#### [Dataset entries]
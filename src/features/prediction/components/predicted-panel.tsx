import { useMemo } from 'react';
import { Coupling, Nucleus as NucleusName } from '../../../components/chemistry-text';
import { CopyButton } from '../../../components/copy-button';
import { Panel } from '../../../components/panel';
import { atomNumbersText, carbonTypeText, shiftText } from '../../../components/plots/signal-text';
import { StickPlot } from '../../../components/plots/stick-plot';
import type { Nucleus, Stick } from '../../../components/plots/stick-plot-layout';
import { classNames } from '../../../lib/class-names';
import type { Prediction } from '../api/prediction-query';
import { journalListing } from './journal-listing';

interface PredictedRow {
  readonly key: string;
  readonly shift: number;
  readonly sd: number;
  readonly nuclei: number;
  readonly kind: string;
  readonly couplings: readonly number[];
  readonly isExchangeable: boolean;
  readonly atoms: readonly number[];
  readonly basis: string;
}

function rowsOf(prediction: Prediction, nucleus: Nucleus): PredictedRow[] {
  const rows =
    nucleus === '13C'
      ? prediction.carbons.map((carbon) => ({
          shift: carbon.shift,
          sd: carbon.sd,
          nuclei: carbon.atoms.length,
          kind: carbonTypeText(carbon.hydrogens),
          couplings: [],
          isExchangeable: false,
          atoms: carbon.atoms,
          basis: carbon.basis,
        }))
      : prediction.protons.map((proton) => ({
          shift: proton.shift,
          sd: proton.sd,
          nuclei: proton.count,
          kind: proton.multiplicity,
          couplings: proton.couplings,
          isExchangeable: proton.exchangeable,
          atoms: proton.atoms,
          basis: proton.basis,
        }));
  return rows.map((row, index) => ({ ...row, key: `${nucleus}-${index}` })).sort((a, b) => b.shift - a.shift);
}

const NO_STICKS: readonly Stick[] = [];

interface PredictedPanelProps {
  nucleus: Nucleus;
  prediction: Prediction;
  /** Atom under the pointer in the drawing. */
  litAtoms: readonly number[];
  onPoint: (atoms: readonly number[]) => void;
}

/** Predicted signals of one nucleus: plot, table with the reason for every number, and the listing to copy. */
export function PredictedPanel({ nucleus, prediction, litAtoms, onPoint }: PredictedPanelProps) {
  const rows = useMemo(() => rowsOf(prediction, nucleus), [prediction, nucleus]);
  const unit = nucleus === '13C' ? 'C' : 'H';
  const digits = nucleus === '13C' ? 1 : 2;
  const sticks = useMemo(
    () =>
      rows.map((row): Stick => ({
        key: row.key,
        shift: row.shift,
        sd: row.sd,
        nuclei: row.nuclei,
        text: `δ ${shiftText(row.shift, nucleus)} ± ${row.sd.toFixed(digits)}, ${row.nuclei}\u2009${unit}, ${row.kind}, atom ${atomNumbersText(row.atoms)}`,
      })),
    [rows, nucleus, unit, digits],
  );
  const litKeys = useMemo(
    () => new Set(rows.filter((row) => row.atoms.some((atom) => litAtoms.includes(atom))).map((row) => row.key)),
    [rows, litAtoms],
  );
  const listing = journalListing(prediction, nucleus);
  return (
    <Panel
      title={<NucleusName nucleus={nucleus} />}
      actions={listing === '' ? null : <CopyButton text={listing} label="Copy as listing" />}
    >
      {rows.length === 0 ? (
        <p className="text-faded">No {nucleus === '13C' ? 'carbon' : 'hydrogen'} in this structure.</p>
      ) : (
        <>
          <StickPlot
            nucleus={nucleus}
            label={`Predicted ${nucleus} signals`}
            observed={NO_STICKS}
            predicted={sticks}
            activeKeys={litKeys}
            onActive={(key) => onPoint(rows.find((row) => row.key === key)?.atoms ?? [])}
          />
          <div className="mt-2 overflow-x-auto" tabIndex={0} role="region" aria-label={`Predicted ${nucleus} signals as a table`}>
            <table className="tabular w-full border-collapse text-left text-table" onPointerLeave={() => onPoint([])}>
              <caption className="sr-only">Predicted {nucleus} signals</caption>
              <thead className="text-faded">
                <tr className="border-b border-seam">
                  {['δ', '± sd', unit, nucleus === '13C' ? 'Type' : 'Shape', 'Atoms', 'Basis'].map((head, index) => (
                    <th
                      key={head}
                      scope="col"
                      className={classNames('h-7 px-2 font-semibold whitespace-nowrap', index < 3 && 'text-right')}
                    >
                      {head}
                    </th>
                  ))}
                </tr>
              </thead>
              <tbody>
                {rows.map((row) => (
                  <tr
                    key={row.key}
                    className={classNames('border-b border-seam last:border-b-0', litKeys.has(row.key) && 'bg-indigo-wash')}
                    onPointerEnter={() => onPoint(row.atoms)}
                  >
                    <td className="h-7 px-2 text-right font-semibold">{shiftText(row.shift, nucleus)}</td>
                    <td className="px-2 text-right text-faded">{row.sd.toFixed(digits)}</td>
                    <td className="px-2 text-right">{row.nuclei}</td>
                    <td className="px-2 whitespace-nowrap">
                      {row.kind}
                      {row.couplings.length === 0 ? null : (
                        <>
                          , <Coupling values={row.couplings} />
                        </>
                      )}
                      {row.isExchangeable ? <span className="text-faded">, exchanges</span> : null}
                    </td>
                    <td className="px-2 whitespace-nowrap">{atomNumbersText(row.atoms)}</td>
                    <td className="px-2 text-small text-faded">{row.basis}</td>
                  </tr>
                ))}
              </tbody>
            </table>
          </div>
          <p className="mt-3 border-t border-seam pt-3 text-table text-faded select-all">{listing}</p>
        </>
      )}
    </Panel>
  );
}
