import { RedisUnreachable } from './compute/redis/redis-connection.js';
import { ConfigError } from './config/environment-values.js';
import { parseWorkerEnvironment } from './config/worker-config.js';
import { runUntilSignal } from './run-until-signal.js';
import { DatabaseNotReady, startWorker } from './start-worker.js';

/** A worker as `npm run worker` runs it. */
runUntilSignal({
  start: async (shutdown) => {
    const config = parseWorkerEnvironment(process.env);
    await startWorker(config, shutdown);
    console.log(
      `Isoloom worker: ${config.computeThreads} threads take shards of runs.\nCtrl-C stops it; what is under way goes to other workers.`,
    );
  },
  explain,
});

function explain(error: unknown): unknown {
  if (error instanceof ConfigError) return `The environment has a value that does not fit:\n${error.message}`;
  if (error instanceof RedisUnreachable || error instanceof DatabaseNotReady) return error.message;
  return error;
}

#### [Problem to solve]
Return a copy of each line in the entries that carries the string "useMemo".

#### [Expected output]
import { useMemo } from 'react';
  const rows = useMemo(() => rowsOf(prediction, nucleus), [prediction, nucleus]);
  const sticks = useMemo(
  const litKeys = useMemo(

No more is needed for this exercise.